I am a morning person. I get up and at it. Coffee first. But when those morning essentials are not there, it throws everything off. My chi is lost. And if it’s a Sunday, fugghedaboutit or, as my dad would say in the most lamenting tone, “Ay, olvidalo.”
Yesterday morning I lacked cream and sugar for my coffee. The only thing worse then having your day thrown off by the time change is having your coffee routine sabotaged by lack. It’s no tragedy, I know. If I have to, I’ll drink it black but if I have time and money, I’m going to Wal-Mart.
So I go to Wal-Mart, looking for the sugar aisle. I find it and review everything. I immediately and subconsciously know to stay away from white sugar. Like a bloodhound, I’m looking for anything organic; again, this is done automatically. I’m a robot. I see some turbinado sugar but I’m immediately repelled.
“Nah,” I say, “That stuff never seems to sweeten my coffee. What a farce.”
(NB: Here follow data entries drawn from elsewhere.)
/// The pipeline file as written.
#[derive(Debug, Clone, Default, Deserialize, Serialize)]
#[serde(deny_unknown_fields)]
pub struct RawPipeline {
    /// `[campaign]`: name and description.
    pub campaign: RawCampaign,
    #[serde(default)]
    /// `[input]`: defaults of every run's input (`[run.input]` overrides).
    pub input: input::RawInput,
    /// Geometry masks of every run (`crate::mask`).
    pub mask: Option<crate::mask::RawMask>,
    #[serde(default)]
    /// `[validation]`: median test, limits, ensemble test.
    pub validation: validation::RawValidation,
    #[serde(default)]
    /// `[fill]`: how rejected and missing vectors are filled.
    pub fill: validation::RawFill,
    #[serde(default)]
    /// `[smoothing]`: the smoother applied before derivatives.
    pub smoothing: validation::RawSmoothing,
    #[serde(default)]
    /// `[derivatives]`: scheme and gradient quantities.
    pub derivatives: derivatives::RawDerivatives,
    #[serde(default)]
    /// `[uncertainty]`: velocity noise and neighbour correlation.
    pub uncertainty: derivatives::RawUncertainty,
    #[serde(default)]
    /// `[statistics]`: probes, coverage, systematic uncertainties.
    pub statistics: statistics::RawStatistics,
    #[serde(default)]
    /// `[phase]`: phase bins.
    pub phase: statistics::RawPhase,
    #[serde(default)]
    /// `[modes]`: POD and phase from the modes.
    pub modes: modes::RawModes,
    #[serde(default)]
    /// `[spectra]`: Welch spectra of time-resolved runs.
    pub spectra: modes::RawSpectra,
    #[serde(default)]
    /// `[output]`: frame fields and figures on or off.
    pub output: RawOutput,
    #[serde(default)]
    /// `[figures]`: figure options.
    pub figures: report::RawFigures,
    #[serde(default)]
    /// `[[compare]]`: comparisons between runs.
    pub compare: Vec<report::RawCompare>,
    #[serde(default)]
    /// `[[run]]`: one entry per run.
    pub run: Vec<RawRun>,
    /// The vorticity transport budget (off unless present).
    pub budget: Option<budget::RawBudget>,
    /// Vortex cores found, measured and tracked (off unless present).
    pub vortices: Option<vortices::RawVortices>,
}

#[derive(Debug, Clone, Default, Deserialize, Serialize)]
#[serde(deny_unknown_fields)]
/// The `[campaign]` section.
pub struct RawCampaign {
    /// `name`: names the default output folder `out/<name>`.
    pub name: String,
    /// Free text for the report.
    pub description: Option<String>,
}

#[derive(Debug, Clone, Default, Deserialize, Serialize)]
#[serde(deny_unknown_fields)]
/// The `[output]` section.
pub struct RawOutput {
    /// Also write every frame's filled field (costs one file per frame).
    pub frame_fields: Option<bool>,
    /// Write figures (default true).
    pub figures: Option<bool>,
}

#[derive(Debug, Clone, Default, Deserialize, Serialize)]
#[serde(deny_unknown_fields)]
/// One `[[run]]` entry as written.
pub struct RawRun {
    /// `id`: the run's name and output folder's name.
    pub id: String,
    /// `frames`: a glob of frame files, or one parquet long table.
    pub frames: String,
    /// `frame_table`: a CSV of `frame` with `time_s` and/or `phase_deg`.
    pub frame_table: Option<String>,
    /// `[run.input]`: overrides of `[input]` for this run.
    pub input: Option<input::RawInput>,
    /// This run's masks, added to the campaign's (`crate::mask`).
    pub mask: Option<crate::mask::RawMask>,
    /// `[run.conditions]`: velocity, length, viscosity, frequency and free keys.
    pub conditions: Option<report::RawConditions>,
    /// Free text for the report.
    pub description: Option<String>,
}

/// What a section's resolution may depend on, for one run.
#[derive(Debug, Clone)]
pub(crate) struct ResolveCtx {
    /// (m/s) per unit of the input velocity.
    pub velocity_scale: f64,
    /// (m/s) per pixel of displacement, when the calibration is known.
    pub px_velocity: Option<f64>,
    /// Metres per unit of the input coordinates.
    pub length_scale: f64,
}

/// Everything one run needs, resolved.
#[derive(Debug, Clone)]
pub struct RunPlan {
    /// The run's id.
    pub id: String,
    /// The frames pattern, made absolute.
    pub frames: String,
    /// The frame table, made absolute; `None` when not given.
    pub frame_table: Option<PathBuf>,
    /// How to read the frames (format, columns, units).
    pub input: InputSpec,
    /// Calibration, (m/s) per pixel of displacement; `None` when unknown.
    pub px_velocity: Option<f64>,
    /// Resolved `[validation]`.
    pub validation: validate::Params,
    /// Resolved `[fill]`.
    pub fill: fill::Params,
    /// Resolved `[derivatives]`, `[smoothing]` and `[uncertainty]`.
    pub derive: derive::Params,
    /// Resolved `[statistics]` and `[phase]`.
    pub stats: stats::Params,
    /// Resolved `[figures]`.
    pub plot: plot::Params,
    /// `[modes]`: POD and phase from the flow.
    pub modes: crate::modes::Params,
    /// `[spectra]`: Welch spectra of time-resolved runs.
    pub spectra: crate::spectra::run::Params,
    /// Resolved `[run.conditions]`.
    pub conditions: report::Conditions,
    /// The run's `description`, if given.
    pub description: Option<String>,
    /// The vorticity transport budget, when asked for.
    pub budget: Option<crate::budget::Params>,
    /// The vortex analysis, when asked for.
    pub vortices: Option<crate::vortex::Params>,
    /// Warnings about the run's input found while resolving (e.g. pixel
    /// positions with no stated y direction); `run` records them.
    pub input_warnings: Vec<String>,
    /// The geometry mask (may be empty).
    pub mask: crate::mask::MaskSpec,
}

/// The resolved pipeline.
#[derive(Debug, Clone)]
pub struct Plan {
    /// The pipeline file.
    pub path: PathBuf,
    /// The pipeline file's folder, against which relative paths are taken.
    pub base_dir: PathBuf,
    /// `[campaign] name`.
    pub campaign: String,
    /// `[campaign] description`, if given.
    pub description: Option<String>,
    /// The runs, in pipeline order.
    pub runs: Vec<RunPlan>,
    /// `[output] frame_fields` (default false).
    pub frame_fields: bool,
    /// `[output] figures` (default true).
    pub figures: bool,
    /// The resolved `[[compare]]` entries.
    pub compare: Vec<report::ComparePlan>,
    /// The pipeline as read, for the manifest.
    pub raw: RawPipeline,
    /// The pipeline file's text, for the manifest.
    pub text: String,
}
There’s multiple organic sugar varieties that please me. Now I’m looking for price and then quality which doesn’t mean I just go for the Wal-Mart brand. Not even sure if they have Great Value Organic Sugar. But if they did, I wouldn’t buy it. I’d look for something better. I find what I’m looking for: Organic, Non-GMO, Pure Cane Sugar.
“Sweet!” I exclaim, relieved I’m the only one in the aisle. But then, I see a bag for Organic, Non-GMO, Fair Trade, Pure Cane Sugar. Ah hah! Not just healthy sugar but one that also appeals to my sense of fairness and social responsibility. I grab it and walk towards the milk aisle. Nothing fancy with the cream. Plain half and half is just my game. Then I think about breakfast. The kids and Gretna had baked oatmeal the day before and I missed cooking Saturday morning breakfast as usual because of Andres’s baseball game. We have eggs for days because the ladies are pumping them out like machines. I walk towards the breakfast meat section.
“I can make eggs, fresh hash brown, cut up a little avocado and get some bacon or sausage.” But of course, not every breakfast meat is made equal. As I survey the bacon, sausage, and ham in front of me, again, my thought process is guided by certain words.
“Buy only uncured, non-GMO, no nitrates or added preservative meat.” I look around as if spooked and controlled by something outside myself. It’s an odd sort of mind-control as if someone is standing next to me, forcing my buying. But of course, I already know the answer. It’s not mind control. It’s knowing information. It’s living with a wife whose very informed about how our food is made and what alternatives are better. Even if it means paying a little more. Like now. I am amazed how much more I have to pay to buy good food for my family. I think of the breakfast I will make for them and am glad that I’m not just giving them Captain Crunch like the lady next to me in the self-checkout.
And then I came home and busted out this hearty breakfast for my family with the speed and intensity of a short order cook. Not to mention pressed for time because we had to get to church. When I work like this for my family, I can’t help but realize that I am merely emulating my father and the breakfasts he would prepare for us: eggs, beans, avocados, platanos, queso cotija, tortillas y cafe. And before I serve myself to eat, for a moment, I’m angry at movies, no, stupid movies like Mom’s Night Out that make husbands look like helpless, incompetent, imbeciles. But I don’t let it get to me. All is forgiven. It’s Sunday.